Your lack of trick buttons also leads to points of annoyance, as you have no idea if your small hop will instead launch you into a backflip and over the rail you were aiming for. When you consider that you’re looking for specific points in the levels, having an imprecise control scheme leads to more anger than fun.
The levels themselves are poorly laid out, with paths that lead nowhere, and tags sometimes placed many floors above the ground. I have no problem being challenged to hunt for stuff, but unless I’m given controls that facilitate their finding, things just feel annoying and cheap. Also, why the hell are there exit points in the levels? The exit points do nothing but end your current mission and force you to restart. There are no barriers to warn you, so you may find yourself accidentally quitting just before you complete a mission. Either that, or a passing car/explosion will force you down them.
These problems are compounded by the dreadful camera that always seems to leave important things, such as gaps, off screen until it’s too late. Get too close to a corner and you’ll suddenly get a view of the top of your skater’s head, which can lead to more falling off of ledges and into trouble. Camera issues always plagued games from the first decade of 3D, and this is no exception.

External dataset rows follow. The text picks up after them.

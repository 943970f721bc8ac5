import { describe, expect, test } from 'vitest';
import { splitCurve, testedRange, type CurvePoint } from '@/components/fits/curve-parts';

// Invented curve points; expected cuts are linear interpolation on log10 concentration worked by hand
// (log10 0.3 = −0.52288 and log10 3 = 0.47712, from log tables; no other outside source needed).
const p = (
  c: number,
  block: number,
  low: number | null = block - 0.1,
  high: number | null = block + 0.1,
) => ({
  concentration_uM: c,
  block,
  low,
  high,
});
const curve: CurvePoint[] = [p(0.01, 0.02), p(0.1, 0.1), p(1, 0.5), p(10, 0.9), p(100, 0.98)];
const cs = (points: CurvePoint[]) => points.map((q) => q.concentration_uM);

describe('the fitted curve cut at the tested range', () => {
  test('range ends on curve points: parts share those points', () => {
    const parts = splitCurve(curve, 0.1, 10);
    expect(cs(parts.below)).toEqual([0.01, 0.1]);
    expect(cs(parts.within)).toEqual([0.1, 1, 10]);
    expect(cs(parts.above)).toEqual([10, 100]);
  });

  test('range ends between curve points: a point is added at each end, read on the log axis', () => {
    const parts = splitCurve(curve, 0.3, 3);
    expect(cs(parts.within)).toEqual([0.3, 1, 3]);
    // 0.3 µM lies 0.47712 of the way from 0.1 to 1 on log10: block 0.1 + 0.4 × 0.47712.
    expect(parts.within[0]!.block).toBeCloseTo(0.290848, 5);
    expect(parts.within[0]!.low).toBeCloseTo(0.190848, 5);
    // 3 µM lies 0.47712 of the way from 1 to 10: block 0.5 + 0.4 × 0.47712.
    expect(parts.within.at(-1)!.block).toBeCloseTo(0.690848, 5);
    expect(parts.below.at(-1)).toEqual(parts.within[0]);
    expect(parts.above[0]).toEqual(parts.within.at(-1));
    expect(cs(parts.below)).toEqual([0.01, 0.1, 0.3]);
    expect(cs(parts.above)).toEqual([3, 10, 100]);
  });

  test('a curve inside the range is all solid; a band missing stays missing', () => {
    const bare = curve.map((q) => ({ ...q, low: null, high: null }));
    const parts = splitCurve(bare, 0.001, 1000);
    expect(cs(parts.within)).toEqual(cs(curve));
    expect(parts.below).toEqual([]);
    expect(parts.above).toEqual([]);
    expect(splitCurve(bare, 0.3, 3).within[0]!.low).toBeNull();
  });

  test('one tested concentration draws no solid part', () => {
    const parts = splitCurve(curve, 1, 1);
    expect(parts.within).toEqual([]);
    expect(cs(parts.below)).toEqual([0.01, 0.1, 1]);
    expect(cs(parts.above)).toEqual([1, 10, 100]);
  });

  test('the tested range counts excluded wells and ignores wells without a concentration', () => {
    expect(
      testedRange([
        { concentration_uM: 0.03 },
        { concentration_uM: null },
        { concentration_uM: 30 },
        { concentration_uM: 0 },
      ]),
    ).toEqual({ lo_uM: 0.03, hi_uM: 30 });
    expect(testedRange([{ concentration_uM: null }])).toBeNull();
  });
});
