// The outside check values in tests/fixtures/check-values: each file names its source, the README lists
// every file, and no test cites a values file that is not in the repository.
import { readdirSync, readFileSync, statSync } from 'node:fs';
import { join, relative, resolve } from 'node:path';
import { describe, expect, test } from 'vitest';

const root = resolve(__dirname, '../..');
const folder = join(root, 'tests', 'fixtures', 'check-values');
const files = readdirSync(folder)
  .filter((name) => name !== 'README.md')
  .sort();

const STATUSES = [
  'published',
  'certified',
  'computed',
  'widely reproduced, no single source',
  'from memory',
  'common practice, no source',
];

async function sourceOf(name: string): Promise<unknown> {
  if (name.endsWith('.json'))
    return (JSON.parse(readFileSync(join(folder, name), 'utf8')) as { source?: unknown }).source;
  return ((await import(join(folder, name))) as { source?: unknown }).source;
}

describe('check-value fixtures', () => {
  test('the folder holds fixture files, JSON or TypeScript only', () => {
    expect(files.length).toBeGreaterThan(0);
    expect(files.filter((name) => !/\.(json|ts)$/.test(name))).toEqual([]);
  });

  test.each(files)('%s has a source with a status and a citation', async (name) => {
    const source = await sourceOf(name);
    expect(source).toMatchObject({ status: expect.any(String), citation: expect.any(String) });
    const { status, citation } = source as { status: string; citation: string };
    expect(STATUSES).toContain(status);
    expect(citation.trim().length).toBeGreaterThan(20);
  });

  test('the README lists every file, and only those', () => {
    const readme = readFileSync(join(folder, 'README.md'), 'utf8');
    const listed = [...readme.matchAll(/^\| `([^`]+)`\s*\|/gm)].map((m) => m[1]).sort();
    expect(listed).toEqual(files);
  });
});

test('no file under tests/ cites a check-values file outside the repository', () => {
  // The outside file's name in capitals (the fixture folder is in lower case); split so that this file
  // does not find itself.
  const outsideName = ['CHECK', 'VALUES'].join('-');
  const walk = (dir: string): string[] =>
    readdirSync(dir).flatMap((name) => {
      const path = join(dir, name);
      return statSync(path).isDirectory() ? walk(path) : [path];
    });
  const citing = walk(join(root, 'tests'))
    .filter((path) => /\.(ts|tsx|mts|js|mjs|json|md)$/.test(path))
    .filter((path) => readFileSync(path, 'utf8').includes(outsideName))
    .map((path) => relative(root, path));
  expect(citing).toEqual([]);
});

It’s not all bad, though. The visual style is still impressive, especially in HD, and the soundtrack fits the mood perfectly. The character design is interesting as well, so it’s a shame that the game itself isn’t a little better. As you advance, things start getting a little more varied, but I can imagine many casual players becoming frustrated and giving up long before they get past the repetitive beginning.
I understand that many people may have very fond memories of Jet Set Radio, and won’t take too kindly to this review. The thing is, I’m not judging this game on nostalgia, or impact of initial launch, but on today’s standards. Is this fair? Of course it is! Potential buyers have to pay today’s money of they want it. They have to choose between this game and the many other current titles available on Xbox Live Arcade. When Jet Set Radio was first released, it didn’t have competition such as Trials Evolution and Mark of the Ninja, both of which are much better places to put your hard-earned money.
Some games age just fine. I can still go back and play Super Mario Bros. or Sonic the Hedgehog and get a huge amount of enjoyment from them, but not everything works this way. Try playing a title like Resident Evil or Tomb Raider these days, and you’ll encounter terrible graphics, awful controls, and laughable voice-acting. At the time, they were revolutionary, but they just don’t hold up by today’s standards. That’s why we saw Resident Evil Zero and Tomb Raider Anniversary – titles that took the core ideas and stories from the originals, but modernized the gameplay. Jet Set Radio, on the other hand, is just a 12-year-old game with prettier graphics.
So overall, I would only recommend Jet Set Radio to long-time fans who want a hit of nostalgia. For these folks, you’re getting an upgraded version of the game you loved back in the day, complete with sharp visuals, online leaderboards, and achievements. For everyone else, please play the trial before you buy. You may have heard great things about it; you may have seen the beautiful cel-shaded graphics; you may have been waiting to finally experience this moment in video game history, but don’t be surprised if you come to realize that some pieces of history are best left buried.